Just turned 21 and the youngest member of the Great Britain shooting team at London 2012, she has come a long way in a short time.
With her father Donald Scotland's fourth most-capped marksman and her mother, Shirley, an MBE with four Commonwealth Games medals, there is no surprise that she should have targeted shooting as her chosen sport.
At 19, McIntosh won two gold medals and a bronze at the last Commonwealth Games in Delhi and, if she considers herself an outside bet for a medal in her first Olympic Games, it does not dilute the dream.
Not that there was much glamour around when she first became aware of the sport she had been born into.
"My earliest memories are being a toddler hanging about in the club room of Edinburgh University Rifle Club – my parents were members of the EU Alumni club – and the various other members taking it in turns to keep an eye on me," she recalls. "But my first memories of actually shooting are probably aged 10, shooting off a rest and freaking out about how heavy the rifle was.
"I generally hated sports at school. I was a really gangly, unco-ordinated kid and I didn't do so well in teams but I was still super competitive which was a really bad mix. I was pretty good at tennis and I enjoyed it but I don't think I'd have ever been a successful player.
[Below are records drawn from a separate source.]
import type { Plan } from "@/lib/noise/plan";

export interface Hours {
  from: string;
  to: string;
}

export const DAY = 1440;

/** Minutes after midnight of "18:30"; 24:00 is the end of the day. */
export function minuteOf(clock: string): number {
  const [hours = 0, minutes = 0] = clock.split(":").map(Number);
  return 60 * hours + minutes;
}

/** Parts of one day: hours that pass midnight are two of them; equal ends are the whole day. */
export function spansOf({ from, to }: Hours): [number, number][] {
  const [start, end] = [minuteOf(from), minuteOf(to)];
  if (start === end) return [[0, DAY]];
  const spans: [number, number][] = start < end ? [[start, end]] : [[start, DAY], [0, end]];
  return spans.filter(([one, two]) => two > one);
}

export const minutesIn = (hours: Hours): number => spansOf(hours).reduce((sum, [from, to]) => sum + to - from, 0);

/** Minutes a day that lie in both. */
export function minutesShared(one: Hours, other: Hours): number {
  return spansOf(one).reduce(
    (sum, [from, to]) => sum + spansOf(other).reduce((inner, [start, end]) => inner + Math.max(0, Math.min(to, end) - Math.max(from, start)), 0),
    0,
  );
}

/** "20 minutes", "1 hour", "2 h 30 min". */
export function lastingWords(minutes: number): string {
  const whole = Math.round(minutes);
  const [hours, rest] = [Math.floor(whole / 60), whole % 60];
  if (hours === 0) return `${rest} ${rest === 1 ? "minute" : "minutes"}`;
  if (rest === 0) return `${hours} ${hours === 1 ? "hour" : "hours"}`;
  return `${hours}\u00a0h ${rest}\u00a0min`;
}

/** Hours that the limits of a yard speak of, each once. */
export function limitHours({ criteria }: Pick<Plan, "criteria">): Hours[] {
  const seen = new Map<string, Hours>();
  for (const { hours } of criteria) if (hours) seen.set(`${hours.from} ${hours.to}`, hours);
  return [...seen.values()];
}
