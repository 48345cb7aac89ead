"use client";

import clsx from "clsx";
import { useId, useState } from "react";
import { OCTAVE_BANDS } from "@/lib/noise/bands";
import type { Source } from "@/lib/noise/sources";
import { bandWords, capitalise, countWords, listWords, numberWord } from "../format";
import { Button } from "../ui/Button";
import { errorId, FieldError, inputClasses, borderOf } from "../ui/FieldFrame";
import { NineBandRow } from "../ui/NineBandRow";
import type { BandFigure } from "../ui/nineValues";
import { QuantityField } from "../ui/QuantityField";
import { Select } from "../ui/Select";
import { TextField } from "../ui/TextField";
import { replaceFigures } from "./changes";
import { placementOf, type SourceDesk } from "./desk";
import { guessComma, readMeasurement, type Comma } from "./readMeasurement";
import { countKnown } from "./spectrum";

interface Props {
  desk: SourceDesk;
  source: Source;
}

const NOTHING: BandFigure[] = OCTAVE_BANDS.map(() => null);
const OUTDOORS = "";

/** Levels read at a distance become the source's power, reckoned with the room they were read in. Nothing is used until it is said. */
export function OwnMeasurement({ desk, source }: Props) {
  const outdoors = placementOf(desk, source.kind) === "outdoor";
  const textId = useId();
  const [text, setText] = useState("");
  const [comma, setComma] = useState<Comma>();
  const [levels, setLevels] = useState<BandFigure[]>(NOTHING);
  const [distance, setDistance] = useState<number | null>(1);
  const [spaceId, setSpaceId] = useState(outdoors ? OUTDOORS : (source.spaceId ?? OUTDOORS));
  const [note, setNote] = useState("");
  const [unread, setUnread] = useState<string>();
  const spot = `measured ${source.id}`;
  const error = (field: string) => desk.save.errorOf(spot, field);

  function read(typed: string, means = comma) {
    setText(typed);
    const found = readMeasurement(typed, means ?? guessComma(typed));
    if (found) setLevels(found);
    setUnread(found || typed.trim() === "" ? undefined : "No levels found in this. Nine figures, or each band beside its level, will do.");
  }

  function clear() {
    setText("");
    setLevels(NOTHING);
    setNote("");
    setUnread(undefined);
  }

  async function use() {
    const measured = { levels, distance, spaceId: spaceId || null, note };
    const { changes, undo } = replaceFigures(source, () => ({ measured }), `${source.name} takes your measurement.`);
    const saved = await desk.act(changes, spot, undo);
    if (saved) clear();
  }

  const known = countKnown(levels);
  const blocked = known === 0 ? "Paste or type levels first." : distance === null ? "Say how far away the meter stood." : undefined;
  return (
    <div className="grid gap-4">
      <div>
        <label htmlFor={textId} className="mb-1.5 block text-second font-semibold text-ink2">
          Paste from the meter’s file or a table
        </label>
        <textarea
          id={textId}
          rows={3}
          value={text}
          placeholder="63 104,0   125 101,0   250 99,0 …"
          onChange={(event) => read(event.target.value)}
          aria-invalid={unread ? true : undefined}
          aria-describedby={unread ? errorId(textId) : undefined}
          className={clsx(inputClasses, borderOf(unread), "resize-y py-2")}
        />
        <FieldError id={textId} error={unread} />
      </div>
      {text.includes(",") && (
        <Select
          label="A comma means"
          value={comma ?? guessComma(text)}
          choices={[
            { value: "decimal", label: "decimal: 104,5" },
            { value: "separator", label: "the next figure: 63,104.5" },
          ]}
          onChange={(event) => {
            const means = event.target.value as Comma; // one of the two choices above
            setComma(means);
            read(text, means);
          }}
        />
      )}
      <NineBandRow label="Levels read there" unit="dB" min={-100} max={160} silence values={levels} error={error("levels")} errorOf={(band) => error(`levels.${band}`)} onCommit={setLevels} />
      {known > 0 && known < OCTAVE_BANDS.length && <p className="text-second font-semibold text-ink2">{foundWords(levels)}</p>}
      <div className="grid gap-4 mid:grid-cols-2">
        <QuantityField label="How far from it" quantity="length" steps={{ metric: 0.1, us: 0.5 }} min={0.3} max={50} value={distance} error={error("distance")} onCommit={setDistance} />
        <Select
          label="Read in"
          value={spaceId}
          choices={[...desk.answer.plan.spaces.map(({ id, name }) => ({ value: id, label: name })), { value: OUTDOORS, label: "The open, over hard ground" }]}
          error={error("spaceId")}
          onChange={(event) => setSpaceId(event.target.value)}
        />
      </div>
      <TextField label="When and how" value={note} maxLength={120} hint="As in “9 October, four minutes of playing, Leq”." error={error("note")} onChange={(event) => setNote(event.target.value)} />
      <p className="text-second text-ink2">
        {spaceId
          ? "The room’s own echo is taken off with the absorption the room has here. If it was furnished otherwise that day, say so under Rooms first. In a small room the lowest bands are an average at best."
          : "Taken as half a sphere over hard ground: keep 2 m and more from walls."}
      </p>
      {error("kind") && <p className="text-second font-semibold text-over">{error("kind")}</p>}
      <div className="flex flex-wrap items-start gap-2">
        <div>
          <Button look="ink" reason={blocked} onClick={() => void use()}>
            Use for {source.name.length > 40 ? "this source" : source.name}
          </Button>
        </div>
        <Button onClick={clear}>Clear</Button>
      </div>
    </div>
  );
}

/** "Eight of nine found, nothing at 31.5 Hz." */
function foundWords(levels: readonly BandFigure[]): string {
  const missing = OCTAVE_BANDS.filter((_, i) => levels[i] === null).map(bandWords);
  const nothing = missing.length > 4 ? countWords(missing.length, "band is", "bands are") + " not known" : `nothing at ${listWords(missing)}`;
  return `${capitalise(numberWord(countKnown(levels)))} of nine, ${nothing}. Type it, or leave it unknown: an unknown band can be over, but never under.`;
}
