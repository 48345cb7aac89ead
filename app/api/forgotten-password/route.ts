import { forgottenPasswordRoute } from "@/app/_server/accounts/forgottenPassword";

export const POST = forgottenPasswordRoute;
I'd like to think that if I hadn't found shooting I'd have found another sport but I don't know what that would have been.
"My first real success was in my first competition in Women's Air Rifle. I was 14 or 15 and I shot at a Scottish Grand Prix where you are put into a class based on your average. Because I had no average I was in D Class but I shot so well in my match, the organisers had to put me up to C Class and I still won.
"The big turning point on a national level was winning the British Championships – Junior Ladies Air Rifle – in 2008. I didn't shoot fantastically but it was a real boost. Internationally, it was later the same year where I shot a Scottish record at the Nordic Championships. It was good to know I could do it abroad."
Striking gold twice at a Commonwealth Games while still a teenager might be seen as precocious but she believes it was important for her to establish her own identity. There is certainly no chance of her going into an Olympics with an inferiority complex even if the standard of competition moves up a few notches.
"I still can't find the words to properly describe how I felt about those gold medals," she says. "In some ways it's turned my life upside down but in other ways it's pretty much the same as it was before.
"I still don't have much of a life outside my sport and I still have my ups and downs but now the press report on it and people know who I am – other than just Shirley and Donald McIntosh's daughter. And that's nice – to be able to trade on your own name."
For the past few years, she has dedicated herself completely to her sport, her only escapism being science fiction and fantasy novels, although she does admit to spending an inordinate amount of time attached to her PlayStation.
"Now, I'm just working in short, intense bursts up to the Olympics. I'm not doing massive four-hour training sessions but shorter, more focused sessions to replicate match conditions. The GB back-up is massively important, the physio and sports psychology support particularly. I'm still bouncing stuff off my coaches and feeding back to them how everything is going.
"China and the US are the ones to watch but you can never discount the Germans, the Russians, the French. Technically, there's probably not a massive difference between the girls at the top. All it'll come down to is who can get it together on the day. Obviously, a medal is the dream but, realistically, I want to make the final in one of my two events. Once you're in the final, anything can happen."
Time is on McIntosh's side to achieve her goal of winning at least one Olympic gold, but that is not her only dream.
"My ambition outside of shooting is to write a book," she says. "I've already started one and have a plot outline and everything, I just need to find the time to write it."